Comment on "Decagonal and Quasi-Crystalline Tilings in Medieval Islamic Architecture"

Science  30 Nov 2007:
Vol. 318, Issue 5855, pp. 1383
DOI: 10.1126/science.1146262

Abstract

Lu and Steinhardt (Reports, 23 February 2007, p. 1106) claimed the discovery of a large, potentially quasi-crystalline Islamic tiling in the Darb-i Imam shrine but regard the earlier Maragha tiling, previously described as quasiperiodic, as a small isolated motif. We demonstrate that the Darb-i Imam pattern is periodic and that the quasi-crystalline discs superimposed on its lattice are derivatives of the Maragha pattern.

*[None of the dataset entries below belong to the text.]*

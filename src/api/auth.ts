import { sessionUserSchema, type SessionUser, type SignInRequest } from '@shared/schemas/auth';
import { request, apiPath } from './http';

export const signIn = (body: SignInRequest): Promise<SessionUser> => request('POST', apiPath('auth', 'sign-in'), sessionUserSchema, body);

export const signOut = (): Promise<void> => request('POST', apiPath('auth', 'sign-out'));

export const fetchMe = (): Promise<SessionUser> => request('GET', apiPath('auth', 'me'), sessionUserSchema);
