import {
  bottleCaseSchema,
  caseDetailSchema,
  DEPARTURE_LABELS,
  type BottleCase,
  type CaseDetail,
  type DrawDownRequest,
} from '@shared/schemas/bottles';
import type { MoveRequest } from '@shared/schemas/places';
import { request, requestOrQueue, cellarPath } from './http';

export { caseDetailSchema, type CaseDetail };

export const fetchCase = (cellarId: string, caseId: string): Promise<CaseDetail> =>
  request('GET', cellarPath(cellarId, 'cases', caseId), caseDetailSchema);

/**
 * Logs bottles leaving a case (drunk, given, sold…). The server never lets a case go below zero.
 * @param expectedVersion - the case version shown; a different one answers 409
 */
export const drawDown = (cellarId: string, caseId: string, departure: DrawDownRequest): Promise<BottleCase> =>
  requestOrQueue('POST', cellarPath(cellarId, 'cases', caseId, 'departures'), bottleCaseSchema, departure, {
    kind: 'departure',
    label: `Bottles out: ${departure.count} (${DEPARTURE_LABELS[departure.reason].toLowerCase()})`,
    cellarId,
    stampField: 'at',
  });

/** Puts the case into a free slot, or takes it off its shelf with `to: null`. */
export const moveCase = (cellarId: string, caseId: string, move: MoveRequest): Promise<BottleCase> =>
  requestOrQueue('PUT', cellarPath(cellarId, 'cases', caseId, 'place'), bottleCaseSchema, move, {
    kind: 'move',
    label: move.to ? 'Case moved to a slot' : 'Case taken off its shelf',
    cellarId,
  });
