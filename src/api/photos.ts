import { z } from 'zod';
import { apiErrorSchema } from '@shared/schemas/common';
import { ApiError } from './http';

const uploadResultSchema = z.object({ entryId: z.uuid(), photoId: z.uuid() });
export type PhotoUploadResult = z.infer<typeof uploadResultSchema>;

const cellarBase = (cellarId: string) => `/api/cellars/${encodeURIComponent(cellarId)}`;

/** Where the browser loads a photo's small version. */
export const photoThumbnailUrl = (cellarId: string, photoId: string) => `${cellarBase(cellarId)}/photos/${encodeURIComponent(photoId)}/thumbnail`;

/** Where the browser loads a photo at full size. */
export const photoUrl = (cellarId: string, photoId: string) => `${cellarBase(cellarId)}/photos/${encodeURIComponent(photoId)}`;

/**
 * Uploads a photo to a batch's journal (multipart, so not through `request`, which sends JSON).
 * @param caption - optional words shown under the photo
 */
export async function uploadPhoto(cellarId: string, batchId: string, photo: File, caption: string): Promise<PhotoUploadResult> {
  const form = new FormData();
  form.append('photo', photo);
  if (caption.trim()) form.append('caption', caption.trim());
  let res: Response;
  try {
    res = await fetch(`${cellarBase(cellarId)}/batches/${encodeURIComponent(batchId)}/photos`, {
      method: 'POST',
      credentials: 'same-origin',
      headers: { accept: 'application/json' },
      body: form,
    });
  } catch {
    throw new ApiError(0, 'offline', 'Cannot reach Cellarwright. Check the connection and try again.');
  }
  const raw = await res.json().catch(() => ({}));
  if (!res.ok) {
    const parsed = apiErrorSchema.safeParse(raw);
    const message = parsed.success ? parsed.data.message : `The server answered ${res.status}.`;
    throw new ApiError(res.status, parsed.success ? parsed.data.error : 'http_error', message, parsed.success ? parsed.data.issues : [], raw);
  }
  return uploadResultSchema.parse(raw);
}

When did quasi-crystalline patterns appear in Islamic architecture? Lu and Steinhardt (1, 2) reported the discovery of quasi-crystalline tiling patterns on the Darb-i Imam shrine, Isfahan, Iran (1453 C.E.), yet these patterns are not profoundly different from the previously described patterns of the Gunbad-i Kabud tomb tower in Maragha, Iran (1197 C.E.) (3). At both localities, Islamic artists created decagonal/pentagonal quasiperiodic patterns starting from a central point and developed them as a cartwheel pattern with ten-fold point group symmetry. In the patterns of the Darb-i Imam shrine (1, 4), such quasiperiodic discs were placed in the (½,0) and (0,½) nodes of a periodic, centered net (continuous lines in Fig. 1) with plane group symmetry cmm [perpendicular reflections and half-turns; see also figures 3C and S7A in (2)]. The Maragha pattern is a quasiperiodic cartwheel pattern (3) spread over two adjacent panels of the building, with the origin at an upper corner of the building (Fig. 2A). A full 180-degree segment of a quasi-crystalline cartwheel pattern is always present (1). Its repetition around the eight-sided building is an architectural rather than a geometric problem. The half-cartwheel present at Maragha consists of over 400 tiles, whereas the Darb-i Imam half-cartwheel contains about 6% more tiles at its most optimistic delineation. Therefore, these cartwheel discs are large enough to demonstrate their quasi-crystalline character. Pattern adjustments along the contact of two adjacent cartwheel patterns are the only departures from quasi-periodicity in the Maragha patterns (Fig. 2A).

Fig. 1.

Portal of the Darb-i Imam Mosque (1453) in Esfahan. Translation identity of selected elements of the large-scale cmm net is indicated by coloring [large 10-fold stars in Wyckoff positions (½,0) are green, lozenges in (0,0) are red], whereas that of selected small 10-fold stars is shown by correspondence of inscribed numbers. The tympanum contains one unit mesh of the cmm pattern, with the origin in the lower left-hand corner and two upper nodes truncated.

Fig. 2.

(A) A panel of Maragha tiling colored in Darb-i Imam style. (B) A corresponding portion of the Darb-i Imam cartwheel pattern. A quarter-cartwheel of each tiling is shown, with the origin always in the upper left corner of the respective panel. A vertical contact with the adjacent cartwheel runs just inside of the right-hand edge of (A). Eye-leading circles based upon M2 tiling of (1) indicate some of the ten-fold star outlines of Maragha tiling in (A); a portion of them were replaced by blank stars in (B). Individual elements of, and relations between, (A) and (B) tilings are discussed in the text.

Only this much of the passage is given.